J. Christopher Spangler, Sedalia, for Appellant.

G. Spencer Miller, Kansas City, for Respondents.



Central Missouri Electric Cooperative appeals from the judgment of the Circuit Court of Cooper County, following a jury trial, awarding $783,333 to its electrical customers Richard W. Balke and Ruth Balke, respondents, on their claim for property and business damages arising from an alleged over-voltage caused by appellant's defective electrical transformer.
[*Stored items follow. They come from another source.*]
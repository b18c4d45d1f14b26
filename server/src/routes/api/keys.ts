/** API keys in the console (docs/console-api.md "Keys"); rules live in services/keys.ts (S2). */
import { z } from 'zod';
import type { AppContext } from '../../context.ts';
import { HttpError } from '../../http/problem.ts';
import { orgAuth } from '../../http/roles.ts';
import { parseBody } from '../../http/validate.ts';
import { ApiKey } from '../../models/index.ts';
import { recordAudit } from '../../services/audit.ts';
import { DEFAULT_GRACE_HOURS, MAX_GRACE_HOURS, getKeyService, keyInputSchema, keyUpdateSchema } from '../../services/keys.ts';
import { param } from './params.ts';
import { ApiRoutes } from './routes.ts';

const RotateBody = z.object({ graceHours: z.number().min(0).max(MAX_GRACE_HOURS).optional() });

async function keyOfOrg(organizationId: string, id: string): Promise<ApiKey> {
  const key = await ApiKey.findOne({ where: { id, organizationId } });
  if (!key) throw new HttpError('not-found', 'No such key in this organization.');
  return key;
}

export function keyRoutes(ctx: AppContext): ApiRoutes {
  const r = new ApiRoutes();
  const keys = getKeyService(ctx);

  r.get('/orgs/:org/keys', 'keys.read', async (_req, res) => {
    const rows = await ApiKey.findAll({ where: { organizationId: orgAuth(res).organization.id }, order: [['createdAt', 'DESC']] });
    res.json({ keys: rows.map((k) => keys.serializeKey(k)) });
  });

  r.post('/orgs/:org/keys', 'keys.write', async (req, res) => {
    const auth = orgAuth(res);
    const body = parseBody(keyInputSchema, req);
    const { key, secret } = await keys.createKey({ ...body, organizationId: auth.organization.id, createdByUserId: auth.user.id });
    await recordAudit(ctx, {
      organizationId: auth.organization.id,
      actorUserId: auth.user.id,
      action: 'key.create',
      targetType: 'key',
      targetId: key.id,
      detail: { name: key.name, kind: key.kind, lastFour: key.lastFour, origins: key.origins, scopes: key.scopes, rateLimitPerMin: key.rateLimitPerMin },
    });
    res.status(201).json({ key: keys.serializeKey(key), secret });
  });

  r.patch('/orgs/:org/keys/:id', 'keys.write', async (req, res) => {
    const auth = orgAuth(res);
    const body = parseBody(keyUpdateSchema, req);
    const before = await keyOfOrg(auth.organization.id, param(req, 'id'));
    const was = { name: before.name, origins: before.origins, scopes: before.scopes, rateLimitPerMin: before.rateLimitPerMin, expiresAt: before.expiresAt };
    const key = await keys.updateKey(before.id, body);
    const changes: Record<string, { from: unknown; to: unknown }> = {};
    for (const field of Object.keys(was) as Array<keyof typeof was>) {
      if (JSON.stringify(was[field]) !== JSON.stringify(key[field])) changes[field] = { from: was[field], to: key[field] };
    }
    if (Object.keys(changes).length > 0) {
      await recordAudit(ctx, { organizationId: auth.organization.id, actorUserId: auth.user.id, action: 'key.update', targetType: 'key', targetId: key.id, detail: { name: key.name, lastFour: key.lastFour, changes } });
    }
    res.json({ key: keys.serializeKey(key) });
  });

  r.post('/orgs/:org/keys/:id/rotate', 'keys.write', async (req, res) => {
    const auth = orgAuth(res);
    const { graceHours = DEFAULT_GRACE_HOURS } = parseBody(RotateBody, req);
    const old = await keyOfOrg(auth.organization.id, param(req, 'id'));
    const { key, secret, previous } = await keys.rotateKey(old.id, graceHours, auth.user.id);
    await recordAudit(ctx, {
      organizationId: auth.organization.id,
      actorUserId: auth.user.id,
      action: 'key.rotate',
      targetType: 'key',
      targetId: previous.id,
      detail: { name: key.name, previousLastFour: previous.lastFour, newKeyId: key.id, newLastFour: key.lastFour, graceHours, graceUntil: previous.graceUntil },
    });
    res.status(201).json({ key: keys.serializeKey(key), secret, previous: keys.serializeKey(previous) });
  });

  r.post('/orgs/:org/keys/:id/revoke', 'keys.write', async (req, res) => {
    const auth = orgAuth(res);
    const old = await keyOfOrg(auth.organization.id, param(req, 'id'));
    const wasRevoked = old.revokedAt !== null;
    const key = await keys.revokeKey(old.id);
    if (!wasRevoked) {
      await recordAudit(ctx, { organizationId: auth.organization.id, actorUserId: auth.user.id, action: 'key.revoke', targetType: 'key', targetId: key.id, detail: { name: key.name, lastFour: key.lastFour } });
    }
    res.json({ key: keys.serializeKey(key) });
  });

  return r;
}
Appellant asserts seven points on appeal. It alleges that the trial court erred: (1) in failing to grant its motion for judgment notwithstanding the verdict (JNOV) in that the applicable five-year statute of limitations had run on respondents' claim; (2) in allowing respondents' trial counsel to argue in closing argument an adverse inference arising from appellant's decision not to call an engineer retained by it as an expert witness; (3) in alternatively submitting respondents' claim on a defective product-strict (hereinafter DP-S) liability theory in that there is no authority in Missouri for such a submission as to a supplier of electricity; (4) in denying appellant's request that the jury be instructed as to the respondents' comparative fault as to their DP-S liability submission; (5) in alternatively submitting respondents' claim on a res ipsa loquitur theory; (6) by refusing to include in respondents' comparative fault verdict director as to their res ipsa loquitur submission the issue of their failure to mitigate damages; and (7) in failing to grant appellant's motion for a mistrial or, in the alternative, for a continuance, based upon the absence at trial of respondent, Richard W. Balke.

We reverse and remand.


Central Missouri Electric Cooperative, appellant, is in the business of supplying electricity to the members of its cooperative. Although appellant sells electricity to its members, it does not generate the electricity; rather, it acquires the electricity from Central Missouri Power of Jefferson City, Missouri. However, all of the equipment from the substation up to the customer's meter is owned by and maintained exclusively by appellant.
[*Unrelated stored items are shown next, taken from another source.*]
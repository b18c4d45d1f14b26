/** API keys in the console (docs/console-api.md "Keys"); rules live in services/keys.ts (S2). */
import type { AppContext } from '../../context.ts';
import { HttpError } from '../../http/problem.ts';
import { orgAuth } from '../../http/roles.ts';
import { parseBody } from '../../http/validate.ts';
import { ApiKey, Embed } from '../../models/index.ts';
import { changesOf, recordAudit } from '../../services/audit.ts';
import { getEmbedService } from '../../services/embeds.ts';
import { getKeyService, keyInputSchema, keyUpdateSchema, rotateInputSchema, type KeyJson } from '../../services/keys.ts';
import { getUsageRecorder, utcDay, type KeyOrigin } from '../../services/usage.ts';
import { param } from './params.ts';
import { ApiRoutes } from './routes.ts';

/** "Seen from these origins": the calling origins of the last this many UTC days, today included. */
export const KEY_ORIGIN_DAYS = 7;

/** What uses a key: the embeds that read with it and the origins that called it lately. */
export interface KeyUse {
  embeds: Array<{ id: string; name: string }>;
  origins: KeyOrigin[];
  /** First UTC day the origins count from. */
  originsSince: string;
}

async function keyOfOrg(organizationId: string, id: string): Promise<ApiKey> {
  const key = await ApiKey.findOne({ where: { id, organizationId, deletedAt: null } });
  if (!key) throw new HttpError('not-found', 'No such key in this organization.');
  return key;
}

export function keyRoutes(ctx: AppContext): ApiRoutes {
  const r = new ApiRoutes();
  const keys = getKeyService(ctx);
  const usage = getUsageRecorder(ctx);

  /** Keys as the console shows them: which key each replaced, and what uses each one. */
  async function present(orgId: string, rows: ApiKey[]): Promise<Array<KeyJson & { use: KeyUse }>> {
    const ids = rows.map((k) => k.id);
    const since = utcDay(Date.now() - (KEY_ORIGIN_DAYS - 1) * 86_400_000);
    const [embeds, origins, predecessors] = await Promise.all([
      Embed.findAll({ where: { organizationId: orgId, apiKeyId: ids }, attributes: ['id', 'name', 'apiKeyId'], order: [['name', 'ASC']] }),
      usage.origins(orgId, ids, since),
      ApiKey.findAll({ where: { organizationId: orgId, replacedById: ids, deletedAt: null }, attributes: ['id', 'replacedById'] }),
    ]);
    const replaces = new Map(predecessors.map((p) => [p.replacedById, p.id]));
    return rows.map((k) => ({
      ...keys.serializeKey(k),
      replacesId: replaces.get(k.id) ?? null,
      use: {
        embeds: embeds.filter((e) => e.apiKeyId === k.id).map((e) => ({ id: e.id, name: e.name })),
        origins: origins.get(k.id) ?? [],
        originsSince: since,
      },
    }));
  }
  const one = async (orgId: string, key: ApiKey) => (await present(orgId, [key]))[0]!;

  r.get('/orgs/:org/keys', 'keys.read', async (_req, res) => {
    const orgId = orgAuth(res).organization.id;
    const rows = await ApiKey.findAll({ where: { organizationId: orgId, deletedAt: null }, order: [['createdAt', 'DESC']] });
    res.json({ keys: await present(orgId, rows) });
  });

  r.post('/orgs/:org/keys', 'keys.write', async (req, res) => {
    const auth = orgAuth(res);
    const body = parseBody(keyInputSchema, req);
    const { key, secret } = await keys.createKey({ ...body, organizationId: auth.organization.id, createdByUserId: auth.user.id });
    await recordAudit(ctx, {
      organizationId: auth.organization.id,
      actorUserId: auth.user.id,
      action: 'key.create',
      targetType: 'key',
      targetId: key.id,
      detail: { name: key.name, kind: key.kind, lastFour: key.lastFour, origins: key.origins, scopes: key.scopes, rateLimitPerMin: key.rateLimitPerMin },
    });
    res.status(201).json({ key: await one(auth.organization.id, key), secret });
  });

  r.patch('/orgs/:org/keys/:id', 'keys.write', async (req, res) => {
    const auth = orgAuth(res);
    const body = parseBody(keyUpdateSchema, req);
    const before = await keyOfOrg(auth.organization.id, param(req, 'id'));
    const was = { name: before.name, origins: before.origins, scopes: before.scopes, rateLimitPerMin: before.rateLimitPerMin, expiresAt: before.expiresAt };
    const key = await keys.updateKey(before.id, body);
    const changes = changesOf(was, { name: key.name, origins: key.origins, scopes: key.scopes, rateLimitPerMin: key.rateLimitPerMin, expiresAt: key.expiresAt });
    if (Object.keys(changes).length > 0) {
      await recordAudit(ctx, { organizationId: auth.organization.id, actorUserId: auth.user.id, action: 'key.update', targetType: 'key', targetId: key.id, detail: { name: key.name, lastFour: key.lastFour, changes } });
    }
    res.json({ key: await one(auth.organization.id, key) });
  });

  r.post('/orgs/:org/keys/:id/rotate', 'keys.write', async (req, res) => {
    const auth = orgAuth(res);
    const body = parseBody(rotateInputSchema, req);
    const old = await keyOfOrg(auth.organization.id, param(req, 'id'));
    const { key, secret, previous, embedsMoved } = await keys.rotateKey(old.id, body, auth.user.id);
    if (embedsMoved > 0) getEmbedService(ctx).invalidateAll();
    await recordAudit(ctx, {
      organizationId: auth.organization.id,
      actorUserId: auth.user.id,
      action: 'key.rotate',
      targetType: 'key',
      targetId: previous.id,
      detail: {
        name: previous.name,
        previousLastFour: previous.lastFour,
        newKeyId: key.id,
        newName: key.name,
        newLastFour: key.lastFour,
        quietMinutes: previous.retireQuietMinutes,
        retireBy: previous.graceUntil,
        embedsMoved,
      },
    });
    const [fresh, prev] = await present(auth.organization.id, [key, previous]);
    res.status(201).json({ key: fresh, secret, previous: prev, embedsMoved });
  });

  r.post('/orgs/:org/keys/:id/revoke', 'keys.write', async (req, res) => {
    const auth = orgAuth(res);
    const old = await keyOfOrg(auth.organization.id, param(req, 'id'));
    const wasRevoked = old.revokedAt !== null;
    const key = await keys.revokeKey(old.id);
    if (!wasRevoked) {
      await recordAudit(ctx, { organizationId: auth.organization.id, actorUserId: auth.user.id, action: 'key.revoke', targetType: 'key', targetId: key.id, detail: { name: key.name, lastFour: key.lastFour } });
    }
    res.json({ key: await one(auth.organization.id, key) });
  });

  // Deleting: gone from the list and from /v1 at once; usage and activity keep its name (services/keys.ts deleteKey).
  r.delete('/orgs/:org/keys/:id', 'keys.write', async (req, res) => {
    const auth = orgAuth(res);
    const old = await keyOfOrg(auth.organization.id, param(req, 'id'));
    const { key, stateBefore, lastUse } = await keys.deleteKey(old.id);
    await recordAudit(ctx, {
      organizationId: auth.organization.id,
      actorUserId: auth.user.id,
      action: 'key.delete',
      targetType: 'key',
      targetId: key.id,
      detail: { name: key.name, kind: key.kind, lastFour: key.lastFour, state: stateBefore, lastUsedAt: lastUse?.toISOString() ?? null },
    });
    res.status(204).end();
  });

  return r;
}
Appellant's distribution system of the electricity included a regulator, which served the function of regulating the voltage on the line to points down line or further away from the substation. The regulator would either increase or decrease the voltage depending on the circumstance. If the regulator sensed that the voltage at that point was either too high or too low, based upon the parameters of the system, then there was a 45-second to one-minute delay before the regulator was activated. On the regulator there was a device to record the number of times it was activated.

The voltage on any particular electrical supply line would vary depending on a variety of conditions. These conditions included the potential variations associated with the output from the substation, seasonal load variants, daily load variations and load variations caused by usage of particular customers. If a customer received voltages that were higher than the design parameters of the transmission system, the customer could experience motors overheating, motors burning out, and light bulbs burning out. Appellant had design parameters for their customers to receive no greater than 130 volts on the low side of the system and 260 volts on the high side of the system. The output of voltage from a line could be tested at the point of the transformer.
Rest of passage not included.